Além das denúncias, as comunidades do Pantanal, Amazônia e Cerrado têm organizado brigadas comunitárias fortalecendo suas ações de prevenção aos incêndios. Com a crise climática adjacente e as previsões, além do aumento do investimento na prevenção e no combate, é necessário políticas públicas que priorizem as comunidades e territórios com a ajuda humanitária, o apoio e incentivo às brigadas dos povos tradicionais, à ampliação da agroecologia, do reflorestamento de áreas degradadas pelo fogo, tendo em vista a recuperação das áreas afetadas. Isso sem esquecer da fiscalização e punição efetiva dos devastadores dos territórios.
Mais que viagens à Europa, para debater sobre a redução do desmatamento, prevenção e combate aos incêndios nos territórios, é preciso que as ações sejam locais e saiam do papel e das simples boas intenções. O silêncio e a morosidade da Ministra do Meio Ambiente junto a greve dos servidores do Instituto Brasileiro do Meio Ambiente e dos Recursos Naturais Renováveis (IBAMA), em um período crítico, é sintomático.

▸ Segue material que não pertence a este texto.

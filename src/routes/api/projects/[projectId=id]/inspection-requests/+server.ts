import { json } from '@sveltejs/kit';
import * as inspectionRequests from '$lib/server/inspection-requests';
import { parseBody } from '$lib/server/api-body';
import { apiFailure } from '$lib/server/errors';
import { inspectionRequestSchema } from '$lib/schemas/outstanding';
import type { RequestHandler } from './$types';

/** The project's requests, oldest first, with how long each waited; `?open=1` for open ones. */
export const GET: RequestHandler = ({ locals, url }) =>
	json({
		items: inspectionRequests.list(locals.projectId!, {
			open: url.searchParams.get('open') === '1'
		})
	});

/** Call a hold point: one request per joint, one e-mail per batch to each project inspector. */
export const POST: RequestHandler = async ({ locals, request, url }) => {
	const body = await parseBody(request, inspectionRequestSchema);
	if ('response' in body) return body.response;
	const projectId = locals.projectId!;
	const userId = locals.user!.id;
	let created: inspectionRequests.CreatedBatch;
	try {
		created = inspectionRequests.create(projectId, body.data, userId);
	} catch (error) {
		return apiFailure(error);
	}
	let notified: string[] = [];
	let mailError: string | undefined;
	try {
		notified = await inspectionRequests.notify(
			projectId,
			created,
			body.data.stage,
			userId,
			url.origin
		);
	} catch (error) {
		mailError = `The requests are on the board, but the e-mail to the inspectors failed: ${error instanceof Error ? error.message : String(error)}`;
	}
	return json({ ...created, notified, ...(mailError ? { mailError } : {}) }, { status: 201 });
};
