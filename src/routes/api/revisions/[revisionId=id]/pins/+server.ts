import { json } from '@sveltejs/kit';
import * as joints from '$lib/server/joints';
import * as pins from '$lib/server/pins';
import { parseBody } from '$lib/server/api-body';
import { apiFailure } from '$lib/server/errors';
import { createPinSchema } from '$lib/schemas/joint';
import type { RequestHandler } from './$types';

/** Every pin on the revision, at its PDF user-space point, with its joint's state. */
export const GET: RequestHandler = ({ params }) =>
	json(
		{ items: pins.ofRevision(Number(params.revisionId)) },
		{ headers: { 'cache-control': 'no-store' } }
	);

/** Place a pin: a new joint at that point, numbered by the project's rule unless given. */
export const POST: RequestHandler = async ({ params, request, locals }) => {
	const body = await parseBody(request, createPinSchema);
	if ('response' in body) return body.response;
	try {
		const { joint, pin } = joints.place(
			{ revisionId: Number(params.revisionId), ...body.data },
			locals.user!.id
		);
		return json({ joint: joints.detail(joint.id), pin }, { status: 201 });
	} catch (error) {
		return apiFailure(error);
	}
};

É preciso manter os territórios de vida e todas as vidas que neles existem. O Pantanal, nesse momento, revive seu momento crítico como foi em 2020 e anos seguintes, destruído pelo fogo criminoso. É urgente que as autoridades se posicionem com medidas rápidas de controle e prevenção aos incêndios, para que não percamos mais a sociobiodiversidade existente nos territórios e mais vidas sejam impactadas.
Quando se destrói o Pantanal – a maior planície alagada do mundo, quando se destrói o Cerrado – o berço das águas e a savana mais biodiversa do mundo e quando se destrói a Amazônia – a maior floresta tropical do mundo, são as casas, os saberes milenares e ancestrais dos povos e comunidades tradicionais desse lugar que estão sendo destruídos!